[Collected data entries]
* * * *

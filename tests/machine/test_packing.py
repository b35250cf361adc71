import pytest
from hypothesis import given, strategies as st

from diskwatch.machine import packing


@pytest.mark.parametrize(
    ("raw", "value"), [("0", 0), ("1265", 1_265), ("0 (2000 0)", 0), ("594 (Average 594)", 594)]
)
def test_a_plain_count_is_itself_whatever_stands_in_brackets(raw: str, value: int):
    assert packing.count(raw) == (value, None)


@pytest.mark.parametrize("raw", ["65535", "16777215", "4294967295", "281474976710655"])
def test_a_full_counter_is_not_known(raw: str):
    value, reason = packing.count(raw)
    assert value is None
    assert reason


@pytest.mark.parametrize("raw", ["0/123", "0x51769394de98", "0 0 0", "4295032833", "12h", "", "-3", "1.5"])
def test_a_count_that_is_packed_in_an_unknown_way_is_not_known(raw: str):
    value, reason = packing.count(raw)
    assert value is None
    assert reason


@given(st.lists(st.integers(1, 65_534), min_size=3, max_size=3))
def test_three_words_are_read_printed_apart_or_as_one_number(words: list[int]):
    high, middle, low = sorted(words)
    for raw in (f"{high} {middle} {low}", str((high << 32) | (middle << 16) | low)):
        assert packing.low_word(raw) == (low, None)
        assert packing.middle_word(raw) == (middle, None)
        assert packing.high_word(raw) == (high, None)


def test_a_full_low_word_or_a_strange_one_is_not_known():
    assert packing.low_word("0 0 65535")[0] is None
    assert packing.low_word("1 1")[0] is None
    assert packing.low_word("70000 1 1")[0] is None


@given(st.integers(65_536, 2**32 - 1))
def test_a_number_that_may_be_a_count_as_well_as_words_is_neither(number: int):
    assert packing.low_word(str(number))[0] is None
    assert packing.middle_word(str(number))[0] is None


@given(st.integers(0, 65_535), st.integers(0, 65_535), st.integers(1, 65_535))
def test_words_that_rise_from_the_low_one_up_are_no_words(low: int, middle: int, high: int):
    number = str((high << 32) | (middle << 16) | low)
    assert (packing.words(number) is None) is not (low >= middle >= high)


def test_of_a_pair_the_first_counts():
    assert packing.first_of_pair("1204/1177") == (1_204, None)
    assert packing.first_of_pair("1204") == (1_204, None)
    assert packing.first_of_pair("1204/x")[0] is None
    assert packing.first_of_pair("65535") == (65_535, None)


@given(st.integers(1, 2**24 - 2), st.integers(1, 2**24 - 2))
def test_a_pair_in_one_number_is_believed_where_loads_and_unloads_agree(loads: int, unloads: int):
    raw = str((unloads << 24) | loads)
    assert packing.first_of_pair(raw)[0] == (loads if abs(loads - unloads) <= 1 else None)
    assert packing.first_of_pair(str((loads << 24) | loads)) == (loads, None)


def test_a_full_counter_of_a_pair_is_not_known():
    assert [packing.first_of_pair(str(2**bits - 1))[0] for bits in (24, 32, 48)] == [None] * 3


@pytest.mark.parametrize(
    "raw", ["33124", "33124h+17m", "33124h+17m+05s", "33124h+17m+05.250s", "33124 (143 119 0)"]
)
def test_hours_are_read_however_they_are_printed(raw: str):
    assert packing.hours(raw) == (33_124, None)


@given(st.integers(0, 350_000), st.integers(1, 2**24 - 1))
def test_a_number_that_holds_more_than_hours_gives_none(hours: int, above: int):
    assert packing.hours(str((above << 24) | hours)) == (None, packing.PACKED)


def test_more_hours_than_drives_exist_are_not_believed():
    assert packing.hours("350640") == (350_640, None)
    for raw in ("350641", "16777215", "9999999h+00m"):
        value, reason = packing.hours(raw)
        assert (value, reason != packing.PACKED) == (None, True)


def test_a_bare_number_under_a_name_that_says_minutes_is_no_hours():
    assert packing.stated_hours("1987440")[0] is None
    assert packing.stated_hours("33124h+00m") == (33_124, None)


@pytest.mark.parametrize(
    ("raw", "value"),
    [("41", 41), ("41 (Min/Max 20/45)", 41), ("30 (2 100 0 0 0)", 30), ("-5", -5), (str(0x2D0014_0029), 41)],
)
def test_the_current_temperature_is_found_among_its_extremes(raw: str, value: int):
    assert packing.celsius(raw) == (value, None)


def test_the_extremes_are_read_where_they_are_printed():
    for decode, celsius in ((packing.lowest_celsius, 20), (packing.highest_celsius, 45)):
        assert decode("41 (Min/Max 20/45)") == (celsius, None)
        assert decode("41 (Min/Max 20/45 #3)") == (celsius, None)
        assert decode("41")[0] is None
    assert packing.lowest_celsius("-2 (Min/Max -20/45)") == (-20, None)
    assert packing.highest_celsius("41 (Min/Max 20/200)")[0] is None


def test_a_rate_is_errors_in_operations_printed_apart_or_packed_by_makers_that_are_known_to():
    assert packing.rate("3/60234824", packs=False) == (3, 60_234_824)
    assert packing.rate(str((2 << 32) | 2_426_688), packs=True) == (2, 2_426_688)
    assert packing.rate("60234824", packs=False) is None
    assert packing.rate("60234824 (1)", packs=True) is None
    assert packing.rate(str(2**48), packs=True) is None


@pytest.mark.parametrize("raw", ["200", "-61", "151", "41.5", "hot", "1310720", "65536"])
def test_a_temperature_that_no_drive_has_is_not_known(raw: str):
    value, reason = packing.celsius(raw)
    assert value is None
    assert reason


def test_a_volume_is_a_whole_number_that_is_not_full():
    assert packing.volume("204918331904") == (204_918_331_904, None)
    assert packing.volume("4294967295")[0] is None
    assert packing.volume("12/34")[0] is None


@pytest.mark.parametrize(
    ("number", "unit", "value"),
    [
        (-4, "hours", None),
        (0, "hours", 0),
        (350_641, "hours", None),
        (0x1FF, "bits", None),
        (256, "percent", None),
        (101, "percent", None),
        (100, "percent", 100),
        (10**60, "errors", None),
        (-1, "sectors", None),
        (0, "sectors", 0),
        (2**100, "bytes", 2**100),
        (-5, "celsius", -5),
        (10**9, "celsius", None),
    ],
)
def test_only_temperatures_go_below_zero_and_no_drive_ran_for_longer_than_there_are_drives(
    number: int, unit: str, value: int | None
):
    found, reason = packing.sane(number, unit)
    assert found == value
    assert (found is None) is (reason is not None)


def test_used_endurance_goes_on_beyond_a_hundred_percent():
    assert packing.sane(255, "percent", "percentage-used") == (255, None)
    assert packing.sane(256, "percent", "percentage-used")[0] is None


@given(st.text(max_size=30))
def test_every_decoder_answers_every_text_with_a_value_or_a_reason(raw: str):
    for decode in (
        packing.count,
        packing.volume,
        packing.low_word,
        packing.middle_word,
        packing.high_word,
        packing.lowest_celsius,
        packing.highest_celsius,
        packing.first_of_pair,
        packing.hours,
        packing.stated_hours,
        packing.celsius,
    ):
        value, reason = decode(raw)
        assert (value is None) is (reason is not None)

* * * *

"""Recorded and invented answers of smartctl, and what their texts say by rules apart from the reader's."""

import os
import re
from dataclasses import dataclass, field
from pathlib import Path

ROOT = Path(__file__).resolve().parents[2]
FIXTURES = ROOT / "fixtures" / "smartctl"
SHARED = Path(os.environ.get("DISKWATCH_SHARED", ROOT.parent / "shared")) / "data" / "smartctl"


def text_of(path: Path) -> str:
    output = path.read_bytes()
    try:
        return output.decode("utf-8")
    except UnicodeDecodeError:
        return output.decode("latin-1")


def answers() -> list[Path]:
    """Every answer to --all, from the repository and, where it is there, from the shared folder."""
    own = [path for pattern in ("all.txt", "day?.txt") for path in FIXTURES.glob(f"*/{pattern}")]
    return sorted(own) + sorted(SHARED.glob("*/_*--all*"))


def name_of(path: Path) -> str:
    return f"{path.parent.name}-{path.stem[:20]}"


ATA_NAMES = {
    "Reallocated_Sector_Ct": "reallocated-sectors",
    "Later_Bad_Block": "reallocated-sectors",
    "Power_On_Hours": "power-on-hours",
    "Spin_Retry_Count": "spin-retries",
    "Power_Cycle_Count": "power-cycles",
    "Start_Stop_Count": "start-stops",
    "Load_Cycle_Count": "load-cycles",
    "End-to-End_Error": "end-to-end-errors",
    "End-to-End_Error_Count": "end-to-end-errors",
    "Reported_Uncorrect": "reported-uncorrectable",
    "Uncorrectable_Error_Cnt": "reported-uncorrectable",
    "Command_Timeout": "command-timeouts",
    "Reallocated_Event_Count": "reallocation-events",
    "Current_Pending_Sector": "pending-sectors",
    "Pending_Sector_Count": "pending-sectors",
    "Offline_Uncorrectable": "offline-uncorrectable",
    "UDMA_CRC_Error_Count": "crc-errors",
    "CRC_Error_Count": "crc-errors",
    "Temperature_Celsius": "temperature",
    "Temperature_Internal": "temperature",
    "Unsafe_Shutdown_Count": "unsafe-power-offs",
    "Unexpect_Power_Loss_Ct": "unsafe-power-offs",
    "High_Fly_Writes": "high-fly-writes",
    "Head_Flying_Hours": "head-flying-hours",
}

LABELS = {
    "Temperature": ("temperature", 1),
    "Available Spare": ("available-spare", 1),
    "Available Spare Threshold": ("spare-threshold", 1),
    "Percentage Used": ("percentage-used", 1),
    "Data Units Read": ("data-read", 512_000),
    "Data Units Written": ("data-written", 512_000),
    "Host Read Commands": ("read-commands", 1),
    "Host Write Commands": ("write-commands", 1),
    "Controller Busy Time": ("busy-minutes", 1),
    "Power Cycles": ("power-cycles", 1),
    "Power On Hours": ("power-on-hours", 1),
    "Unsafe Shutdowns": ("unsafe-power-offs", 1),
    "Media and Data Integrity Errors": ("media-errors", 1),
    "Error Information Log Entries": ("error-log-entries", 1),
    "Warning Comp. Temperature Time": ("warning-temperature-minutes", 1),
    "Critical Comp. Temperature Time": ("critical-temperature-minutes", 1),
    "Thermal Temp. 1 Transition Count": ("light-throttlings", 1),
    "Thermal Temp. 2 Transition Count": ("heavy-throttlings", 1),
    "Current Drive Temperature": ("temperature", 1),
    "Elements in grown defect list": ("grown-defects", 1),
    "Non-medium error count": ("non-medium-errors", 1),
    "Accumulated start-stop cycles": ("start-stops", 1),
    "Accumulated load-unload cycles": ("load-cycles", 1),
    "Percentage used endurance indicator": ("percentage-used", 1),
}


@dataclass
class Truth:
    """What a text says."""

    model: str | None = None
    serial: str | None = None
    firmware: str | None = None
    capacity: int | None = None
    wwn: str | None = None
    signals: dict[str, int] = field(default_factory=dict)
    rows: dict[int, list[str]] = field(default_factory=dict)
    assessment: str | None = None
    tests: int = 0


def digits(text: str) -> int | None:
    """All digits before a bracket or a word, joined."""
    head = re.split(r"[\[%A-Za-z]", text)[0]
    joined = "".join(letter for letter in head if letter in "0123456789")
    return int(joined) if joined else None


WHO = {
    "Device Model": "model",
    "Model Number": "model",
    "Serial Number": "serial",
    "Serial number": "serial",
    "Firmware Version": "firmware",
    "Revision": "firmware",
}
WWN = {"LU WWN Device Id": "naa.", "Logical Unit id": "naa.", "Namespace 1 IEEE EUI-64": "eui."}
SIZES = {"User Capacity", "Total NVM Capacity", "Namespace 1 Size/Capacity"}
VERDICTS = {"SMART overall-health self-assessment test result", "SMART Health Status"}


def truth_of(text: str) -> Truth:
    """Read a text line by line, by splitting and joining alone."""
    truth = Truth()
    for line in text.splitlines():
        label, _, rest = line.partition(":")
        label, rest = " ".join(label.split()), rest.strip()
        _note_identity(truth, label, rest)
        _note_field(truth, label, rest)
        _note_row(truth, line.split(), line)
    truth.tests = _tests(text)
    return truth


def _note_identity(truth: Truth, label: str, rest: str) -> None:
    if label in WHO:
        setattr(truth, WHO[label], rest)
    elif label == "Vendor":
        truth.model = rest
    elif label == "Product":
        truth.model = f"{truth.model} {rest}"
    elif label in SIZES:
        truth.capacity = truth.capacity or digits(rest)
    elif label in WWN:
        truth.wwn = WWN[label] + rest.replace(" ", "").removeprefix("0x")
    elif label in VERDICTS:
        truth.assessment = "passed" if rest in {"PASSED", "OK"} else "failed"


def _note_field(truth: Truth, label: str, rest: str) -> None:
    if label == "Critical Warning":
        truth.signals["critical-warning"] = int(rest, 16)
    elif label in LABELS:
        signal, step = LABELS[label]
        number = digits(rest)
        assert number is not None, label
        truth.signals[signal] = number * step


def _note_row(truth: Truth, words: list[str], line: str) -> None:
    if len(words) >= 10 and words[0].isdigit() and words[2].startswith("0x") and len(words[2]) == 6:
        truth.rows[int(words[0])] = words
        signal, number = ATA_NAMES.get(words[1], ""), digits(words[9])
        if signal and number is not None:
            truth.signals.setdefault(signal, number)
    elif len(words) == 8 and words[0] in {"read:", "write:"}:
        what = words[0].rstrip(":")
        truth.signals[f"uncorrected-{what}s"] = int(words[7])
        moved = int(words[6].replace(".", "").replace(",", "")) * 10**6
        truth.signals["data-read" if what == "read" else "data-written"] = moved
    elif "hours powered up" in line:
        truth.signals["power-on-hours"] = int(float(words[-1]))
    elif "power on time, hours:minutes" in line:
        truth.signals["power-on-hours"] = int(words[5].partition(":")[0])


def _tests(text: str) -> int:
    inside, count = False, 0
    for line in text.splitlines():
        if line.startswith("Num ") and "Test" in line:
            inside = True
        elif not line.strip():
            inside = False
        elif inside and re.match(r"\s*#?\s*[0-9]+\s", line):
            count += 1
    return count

* * * *

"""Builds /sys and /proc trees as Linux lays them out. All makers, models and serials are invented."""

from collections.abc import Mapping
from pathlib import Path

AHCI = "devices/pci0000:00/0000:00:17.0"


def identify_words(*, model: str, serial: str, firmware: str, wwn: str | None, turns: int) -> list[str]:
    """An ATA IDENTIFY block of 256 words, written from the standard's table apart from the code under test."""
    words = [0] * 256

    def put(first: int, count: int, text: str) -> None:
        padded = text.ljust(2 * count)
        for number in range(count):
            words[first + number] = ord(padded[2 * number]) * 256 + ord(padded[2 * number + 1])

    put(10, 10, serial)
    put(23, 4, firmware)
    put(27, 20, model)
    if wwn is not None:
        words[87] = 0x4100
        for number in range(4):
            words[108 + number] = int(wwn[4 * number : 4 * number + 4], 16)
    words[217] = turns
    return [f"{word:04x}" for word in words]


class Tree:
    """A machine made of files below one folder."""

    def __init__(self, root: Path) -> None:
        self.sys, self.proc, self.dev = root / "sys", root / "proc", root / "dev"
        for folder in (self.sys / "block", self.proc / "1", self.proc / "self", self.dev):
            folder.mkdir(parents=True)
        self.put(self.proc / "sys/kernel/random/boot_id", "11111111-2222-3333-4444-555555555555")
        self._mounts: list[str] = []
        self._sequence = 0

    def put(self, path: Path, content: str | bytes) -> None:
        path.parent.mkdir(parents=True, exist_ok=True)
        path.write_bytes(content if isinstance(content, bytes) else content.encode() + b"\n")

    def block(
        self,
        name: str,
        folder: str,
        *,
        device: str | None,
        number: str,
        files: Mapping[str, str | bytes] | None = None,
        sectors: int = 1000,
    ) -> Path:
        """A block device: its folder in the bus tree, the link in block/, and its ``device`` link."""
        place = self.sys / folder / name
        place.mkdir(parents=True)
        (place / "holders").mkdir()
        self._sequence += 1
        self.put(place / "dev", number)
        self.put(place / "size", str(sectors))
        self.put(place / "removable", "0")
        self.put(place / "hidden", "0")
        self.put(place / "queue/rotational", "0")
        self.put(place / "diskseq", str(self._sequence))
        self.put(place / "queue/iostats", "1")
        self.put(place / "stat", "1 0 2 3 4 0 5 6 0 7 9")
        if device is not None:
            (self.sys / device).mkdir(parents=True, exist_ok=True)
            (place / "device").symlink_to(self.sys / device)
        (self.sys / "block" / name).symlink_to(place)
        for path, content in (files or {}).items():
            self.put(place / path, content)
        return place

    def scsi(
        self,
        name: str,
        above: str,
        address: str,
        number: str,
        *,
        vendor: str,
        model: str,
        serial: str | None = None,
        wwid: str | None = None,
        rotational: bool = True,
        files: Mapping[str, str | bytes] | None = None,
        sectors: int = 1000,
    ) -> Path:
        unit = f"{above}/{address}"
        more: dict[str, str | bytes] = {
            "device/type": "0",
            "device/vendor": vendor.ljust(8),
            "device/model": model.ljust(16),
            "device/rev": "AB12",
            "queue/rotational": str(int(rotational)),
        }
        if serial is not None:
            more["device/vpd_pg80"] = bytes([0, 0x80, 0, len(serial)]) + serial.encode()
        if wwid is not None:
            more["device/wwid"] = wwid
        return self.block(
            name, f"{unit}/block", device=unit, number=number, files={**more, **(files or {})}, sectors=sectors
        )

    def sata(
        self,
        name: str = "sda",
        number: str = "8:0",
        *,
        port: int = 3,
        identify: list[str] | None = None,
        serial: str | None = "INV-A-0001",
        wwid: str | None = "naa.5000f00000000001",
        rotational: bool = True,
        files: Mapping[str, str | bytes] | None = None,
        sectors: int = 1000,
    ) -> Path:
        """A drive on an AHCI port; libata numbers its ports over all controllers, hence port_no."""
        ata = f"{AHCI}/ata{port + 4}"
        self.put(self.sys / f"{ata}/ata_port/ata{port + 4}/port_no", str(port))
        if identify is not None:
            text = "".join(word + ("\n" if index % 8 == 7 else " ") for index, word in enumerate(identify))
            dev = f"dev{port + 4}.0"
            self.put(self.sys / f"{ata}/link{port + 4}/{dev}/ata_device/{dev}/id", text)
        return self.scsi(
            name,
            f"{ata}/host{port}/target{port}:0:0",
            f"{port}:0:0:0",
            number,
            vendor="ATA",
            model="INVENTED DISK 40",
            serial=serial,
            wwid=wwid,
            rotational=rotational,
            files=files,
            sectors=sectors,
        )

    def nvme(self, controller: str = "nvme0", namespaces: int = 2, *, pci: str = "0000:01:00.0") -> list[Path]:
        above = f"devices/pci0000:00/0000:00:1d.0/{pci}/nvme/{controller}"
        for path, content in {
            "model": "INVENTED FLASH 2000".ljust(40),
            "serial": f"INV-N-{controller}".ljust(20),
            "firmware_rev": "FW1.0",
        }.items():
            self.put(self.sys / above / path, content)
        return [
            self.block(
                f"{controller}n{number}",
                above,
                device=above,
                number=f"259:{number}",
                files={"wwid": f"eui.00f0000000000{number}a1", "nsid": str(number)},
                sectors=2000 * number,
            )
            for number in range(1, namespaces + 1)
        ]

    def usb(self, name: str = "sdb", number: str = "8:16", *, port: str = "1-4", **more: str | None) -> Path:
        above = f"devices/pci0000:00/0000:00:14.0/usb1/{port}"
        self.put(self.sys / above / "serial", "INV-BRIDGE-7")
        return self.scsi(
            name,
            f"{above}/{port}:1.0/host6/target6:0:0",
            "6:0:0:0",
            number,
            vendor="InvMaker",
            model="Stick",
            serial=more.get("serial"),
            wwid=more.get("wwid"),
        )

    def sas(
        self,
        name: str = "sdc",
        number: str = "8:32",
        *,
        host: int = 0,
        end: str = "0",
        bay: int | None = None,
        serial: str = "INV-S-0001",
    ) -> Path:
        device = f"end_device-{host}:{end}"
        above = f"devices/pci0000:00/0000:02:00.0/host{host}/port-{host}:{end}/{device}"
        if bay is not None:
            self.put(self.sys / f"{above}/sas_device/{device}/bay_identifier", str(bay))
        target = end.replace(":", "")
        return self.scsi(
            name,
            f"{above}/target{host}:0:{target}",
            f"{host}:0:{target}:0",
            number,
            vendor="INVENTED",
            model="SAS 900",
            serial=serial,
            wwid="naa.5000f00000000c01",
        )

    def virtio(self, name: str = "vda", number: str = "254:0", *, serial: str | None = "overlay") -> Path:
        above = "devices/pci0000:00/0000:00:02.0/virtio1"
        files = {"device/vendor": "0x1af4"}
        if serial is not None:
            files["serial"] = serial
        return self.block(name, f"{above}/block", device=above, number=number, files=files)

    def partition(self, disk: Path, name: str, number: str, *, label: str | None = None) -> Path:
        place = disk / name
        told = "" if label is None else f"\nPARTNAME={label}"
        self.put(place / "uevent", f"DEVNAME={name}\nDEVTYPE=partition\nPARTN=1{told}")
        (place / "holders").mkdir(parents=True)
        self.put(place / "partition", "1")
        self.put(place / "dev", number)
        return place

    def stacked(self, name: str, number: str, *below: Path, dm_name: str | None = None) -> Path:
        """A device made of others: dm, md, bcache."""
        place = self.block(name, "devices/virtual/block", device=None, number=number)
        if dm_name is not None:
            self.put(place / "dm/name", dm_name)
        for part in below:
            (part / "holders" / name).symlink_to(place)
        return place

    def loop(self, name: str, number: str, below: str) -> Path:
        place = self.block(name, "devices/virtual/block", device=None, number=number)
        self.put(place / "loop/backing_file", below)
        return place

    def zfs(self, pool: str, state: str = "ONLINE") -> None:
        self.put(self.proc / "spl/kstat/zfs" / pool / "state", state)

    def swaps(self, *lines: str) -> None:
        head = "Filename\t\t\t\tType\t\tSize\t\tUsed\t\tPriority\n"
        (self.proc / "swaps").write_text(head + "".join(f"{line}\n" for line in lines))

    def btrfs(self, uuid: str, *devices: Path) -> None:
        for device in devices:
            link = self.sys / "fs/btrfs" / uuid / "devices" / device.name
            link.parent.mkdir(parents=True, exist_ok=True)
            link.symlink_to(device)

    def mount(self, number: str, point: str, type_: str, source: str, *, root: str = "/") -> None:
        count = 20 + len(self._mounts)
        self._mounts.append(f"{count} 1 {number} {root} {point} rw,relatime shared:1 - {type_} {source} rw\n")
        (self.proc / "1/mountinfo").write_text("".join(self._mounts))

* * * *

Give the number of lines above containing the word "machine", with no other text.

3